How can self-compassion help ease body dissatisfaction?

When you’re moving away from a history of dieting and body dissatisfaction toward a future of intuitive eating and body respect, appreciation, or liberation, this isn’t a perfect linear process. There will be bumps and potholes in the road. Sometimes you’ll get off on an exit back to Dietville and your inner GPS will have to recalculate.

When this happens, self-compassion can be a powerful tool for helping yourself feel better in the moment and motivating you to keep moving towards your new goals rather than getting derailed by diet culture.

Mapping the terrain

Now, about those potholes and unplanned detours I mentioned. There are too many to mention, but here are several I’ve witnessed or experienced myself:

  • Catching your reflection in a mirror or store window and thinking, “Ugh,” or “Do I really look like that?”
  • Spending time with friends or family who are fully immersed in dieting and body hatred and you feel like screaming.
  • Going to the doctor and getting a lecture about weight and a lame “prescription” to eat less and move more (without them asking you what you eat or how often you already move).
  • Trying to get ready for a social event and hating how all of your clothes look on you.
  • Being tempted to try the latest “miracle” weight loss drug even though you know it can have some nasty side effects.
  • Looking at a photo of yourself and thinking you “look fat.”
  • Realizing that when you used to be thin (whether “naturally” or via hardcore dieting), it wasn’t just a body size, it was part of your identity — and you aren’t sure who you are now or how others perceive yo in your new larger body.
  • Stressing about whether you will fit in that airplane, theater or restaurant seat.

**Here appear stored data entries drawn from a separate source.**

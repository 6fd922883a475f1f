import { useCallback, useEffect, useRef, useState } from 'react';
import { messageOf } from './api-client';

export interface Resource<T> {
	data: T | null;
	error: string | null;
	loading: boolean;
	/** Loads again (the Retry button, or after a change elsewhere). */
	reload: () => Promise<void>;
	/** Replaces the data in place after a write, without another request. */
	setData: (update: T | ((prev: T | null) => T)) => void;
}

/** Loads data in the browser with loading and error states; reloads when `key` changes. */
export function useResource<T>(load: () => Promise<T>, key: string): Resource<T> {
	const [data, setDataState] = useState<T | null>(null);
	const [error, setError] = useState<string | null>(null);
	const [loading, setLoading] = useState(true);
	const loadRef = useRef(load);
	loadRef.current = load;
	const seq = useRef(0);

	const reload = useCallback(async () => {
		const mine = ++seq.current;
		setLoading(true);
		setError(null);
		try {
			const result = await loadRef.current();
			if (mine === seq.current) setDataState(result);
		} catch (err) {
			if (mine === seq.current) setError(messageOf(err));
		} finally {
			if (mine === seq.current) setLoading(false);
		}
	}, []);

	useEffect(() => {
		void reload();
	}, [reload, key]);

	const setData = useCallback((update: T | ((prev: T | null) => T)) => {
		setDataState((prev) => (typeof update === 'function' ? (update as (p: T | null) => T)(prev) : update));
	}, []);

	return { data, error, loading, reload, setData };
}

What these examples have in common — other than being about the body — are that they can bring up feelings of shame, fear and urgency, along with thoughts that you aren’t good enough, that something’s wrong with you and you have to fix it RIGHT NOW. (That’s where that urgency comes in.)

Countering with self-compassion

The three components of self-compassion are mindfulness, self-kindness and common humanity. The opposite characteristics are over-identification, self-judgement and isolation. This is how these self-compassion might look when having a challenging body moment. Let’s say you caught your reflection or were looking at a recent photo of yourself and don’t like what you see.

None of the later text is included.